[Data entries]
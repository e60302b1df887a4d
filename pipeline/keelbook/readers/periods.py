"""Period texts: years and quarters as integers."""

import re

from keelbook.readers.numbers import split_footnote

_YEAR = re.compile(r"([1-9][0-9]{3})(?:\.0+)?")
_QUARTER = re.compile(r"([1-9][0-9]{3})[- ]?Q([1-4])")


def parse_period(text: str, frequency: str) -> int | None:
    """Return the period a text names: the year ("A"), or 4 * year + quarter - 1 ("Q"); None for neither.

    A footnote in superscript digits is not part of the period. Anything else beside it is.
    """
    bare, _ = split_footnote(text)
    if frequency == "A":
        year = _YEAR.fullmatch(bare)
        return int(year[1]) if year else None
    quarter = _QUARTER.fullmatch(bare)
    return 4 * int(quarter[1]) + int(quarter[2]) - 1 if quarter else None


def expected_period(frequency: str) -> str:
    """Return how a period of this frequency is written, for messages."""
    return "a year such as 2015" if frequency == "A" else "a quarter such as 2015-Q1"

PROBLEM DESCRIPTION:
Each record is to be reproduced exactly as it appears.

REPLY TO THE EXERCISE:
repository e60302b1df887a4d
filename pipeline/keelbook/readers/periods.py
"""Period texts: years and quarters as integers."""

import re

from keelbook.readers.numbers import split_footnote

_YEAR = re.compile(r"([1-9][0-9]{3})(?:\.0+)?")
_QUARTER = re.compile(r"([1-9][0-9]{3})[- ]?Q([1-4])")


def parse_period(text: str, frequency: str) -> int | None:
    """Return the period a text names: the year ("A"), or 4 * year + quarter - 1 ("Q"); None for neither.

    A footnote in superscript digits is not part of the period. Anything else beside it is.
    """
    bare, _ = split_footnote(text)
    if frequency == "A":
        year = _YEAR.fullmatch(bare)
        return int(year[1]) if year else None
    quarter = _QUARTER.fullmatch(bare)
    return 4 * int(quarter[1]) + int(quarter[2]) - 1 if quarter else None


def expected_period(frequency: str) -> str:
    """Return how a period of this frequency is written, for messages."""
    return "a year such as 2015" if frequency == "A" else "a quarter such as 2015-Q1"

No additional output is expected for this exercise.